### [DATA FOR THIS TASK]
*** Block opens ***
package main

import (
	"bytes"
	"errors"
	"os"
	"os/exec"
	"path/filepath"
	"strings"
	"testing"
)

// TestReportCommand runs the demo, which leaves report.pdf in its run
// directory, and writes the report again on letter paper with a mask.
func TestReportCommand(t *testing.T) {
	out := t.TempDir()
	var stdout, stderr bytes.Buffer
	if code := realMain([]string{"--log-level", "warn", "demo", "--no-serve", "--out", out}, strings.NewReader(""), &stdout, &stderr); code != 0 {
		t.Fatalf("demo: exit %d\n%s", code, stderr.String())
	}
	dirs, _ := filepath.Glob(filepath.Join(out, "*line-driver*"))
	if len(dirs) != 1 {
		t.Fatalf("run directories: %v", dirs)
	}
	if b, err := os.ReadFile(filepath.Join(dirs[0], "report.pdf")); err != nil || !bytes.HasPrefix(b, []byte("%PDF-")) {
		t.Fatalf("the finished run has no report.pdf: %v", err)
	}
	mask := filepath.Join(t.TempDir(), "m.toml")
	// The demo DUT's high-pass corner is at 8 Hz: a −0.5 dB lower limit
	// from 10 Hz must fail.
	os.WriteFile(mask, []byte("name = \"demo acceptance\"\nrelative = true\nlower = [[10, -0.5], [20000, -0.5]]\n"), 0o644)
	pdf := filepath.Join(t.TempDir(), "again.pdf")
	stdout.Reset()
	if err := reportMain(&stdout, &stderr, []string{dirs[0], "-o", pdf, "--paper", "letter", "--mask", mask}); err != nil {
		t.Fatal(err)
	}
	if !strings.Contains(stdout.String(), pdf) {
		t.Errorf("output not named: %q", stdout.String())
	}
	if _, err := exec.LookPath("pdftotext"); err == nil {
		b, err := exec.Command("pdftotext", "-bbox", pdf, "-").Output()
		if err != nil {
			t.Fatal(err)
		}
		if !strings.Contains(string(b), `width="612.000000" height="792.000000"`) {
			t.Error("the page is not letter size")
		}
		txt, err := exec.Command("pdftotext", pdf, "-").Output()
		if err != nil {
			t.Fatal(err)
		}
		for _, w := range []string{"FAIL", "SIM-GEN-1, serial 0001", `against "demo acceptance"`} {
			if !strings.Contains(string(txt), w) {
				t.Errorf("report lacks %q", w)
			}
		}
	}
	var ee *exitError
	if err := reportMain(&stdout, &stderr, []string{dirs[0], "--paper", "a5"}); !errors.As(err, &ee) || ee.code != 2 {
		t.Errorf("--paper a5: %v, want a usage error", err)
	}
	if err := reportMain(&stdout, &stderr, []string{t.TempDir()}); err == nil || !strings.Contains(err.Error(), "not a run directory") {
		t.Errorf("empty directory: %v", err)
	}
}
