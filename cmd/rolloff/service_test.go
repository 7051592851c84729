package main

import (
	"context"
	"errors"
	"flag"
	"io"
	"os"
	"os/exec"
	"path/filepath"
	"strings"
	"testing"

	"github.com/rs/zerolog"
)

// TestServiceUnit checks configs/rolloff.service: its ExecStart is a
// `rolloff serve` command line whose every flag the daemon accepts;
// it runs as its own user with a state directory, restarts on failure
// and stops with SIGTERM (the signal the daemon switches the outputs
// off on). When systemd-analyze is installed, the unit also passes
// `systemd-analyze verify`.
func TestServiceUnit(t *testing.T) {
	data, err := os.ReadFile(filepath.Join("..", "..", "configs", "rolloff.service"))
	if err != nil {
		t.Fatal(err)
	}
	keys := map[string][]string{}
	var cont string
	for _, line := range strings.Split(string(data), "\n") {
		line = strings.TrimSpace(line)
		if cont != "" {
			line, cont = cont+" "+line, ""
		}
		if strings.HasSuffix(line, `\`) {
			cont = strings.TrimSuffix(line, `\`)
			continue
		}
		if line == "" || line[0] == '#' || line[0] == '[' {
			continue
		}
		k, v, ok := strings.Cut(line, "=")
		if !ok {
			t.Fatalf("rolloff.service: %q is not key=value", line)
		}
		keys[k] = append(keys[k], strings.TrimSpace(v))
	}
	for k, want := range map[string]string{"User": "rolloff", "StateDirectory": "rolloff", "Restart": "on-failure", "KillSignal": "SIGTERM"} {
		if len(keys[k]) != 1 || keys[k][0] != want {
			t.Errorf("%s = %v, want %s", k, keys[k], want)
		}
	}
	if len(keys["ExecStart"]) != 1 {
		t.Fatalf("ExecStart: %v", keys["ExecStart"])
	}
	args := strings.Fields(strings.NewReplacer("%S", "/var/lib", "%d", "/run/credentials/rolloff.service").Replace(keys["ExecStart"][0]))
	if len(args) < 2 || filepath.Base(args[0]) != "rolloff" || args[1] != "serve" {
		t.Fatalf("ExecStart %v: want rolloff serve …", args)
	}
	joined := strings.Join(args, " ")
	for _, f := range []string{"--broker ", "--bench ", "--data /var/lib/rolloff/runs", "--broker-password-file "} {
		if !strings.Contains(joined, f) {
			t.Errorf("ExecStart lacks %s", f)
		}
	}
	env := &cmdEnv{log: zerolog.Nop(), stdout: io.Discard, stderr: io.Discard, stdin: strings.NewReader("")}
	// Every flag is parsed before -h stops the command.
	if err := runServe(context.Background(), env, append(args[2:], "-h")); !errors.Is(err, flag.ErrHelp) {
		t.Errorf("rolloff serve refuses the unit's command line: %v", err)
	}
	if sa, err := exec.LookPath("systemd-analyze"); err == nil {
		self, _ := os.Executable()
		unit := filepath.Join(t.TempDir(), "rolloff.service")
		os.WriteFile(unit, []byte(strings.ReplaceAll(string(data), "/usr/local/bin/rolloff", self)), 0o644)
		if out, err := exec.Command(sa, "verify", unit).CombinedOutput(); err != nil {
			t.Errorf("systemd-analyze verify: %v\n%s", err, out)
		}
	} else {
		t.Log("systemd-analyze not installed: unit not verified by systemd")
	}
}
*** Block closes ***
### [EXERCISE AIM]
Each line in the data where the string "LookPath" occurs should be identified and copied.

### [EXPECTED OUTPUT]
	if _, err := exec.LookPath("pdftotext"); err == nil {
	if sa, err := exec.LookPath("systemd-analyze"); err == nil {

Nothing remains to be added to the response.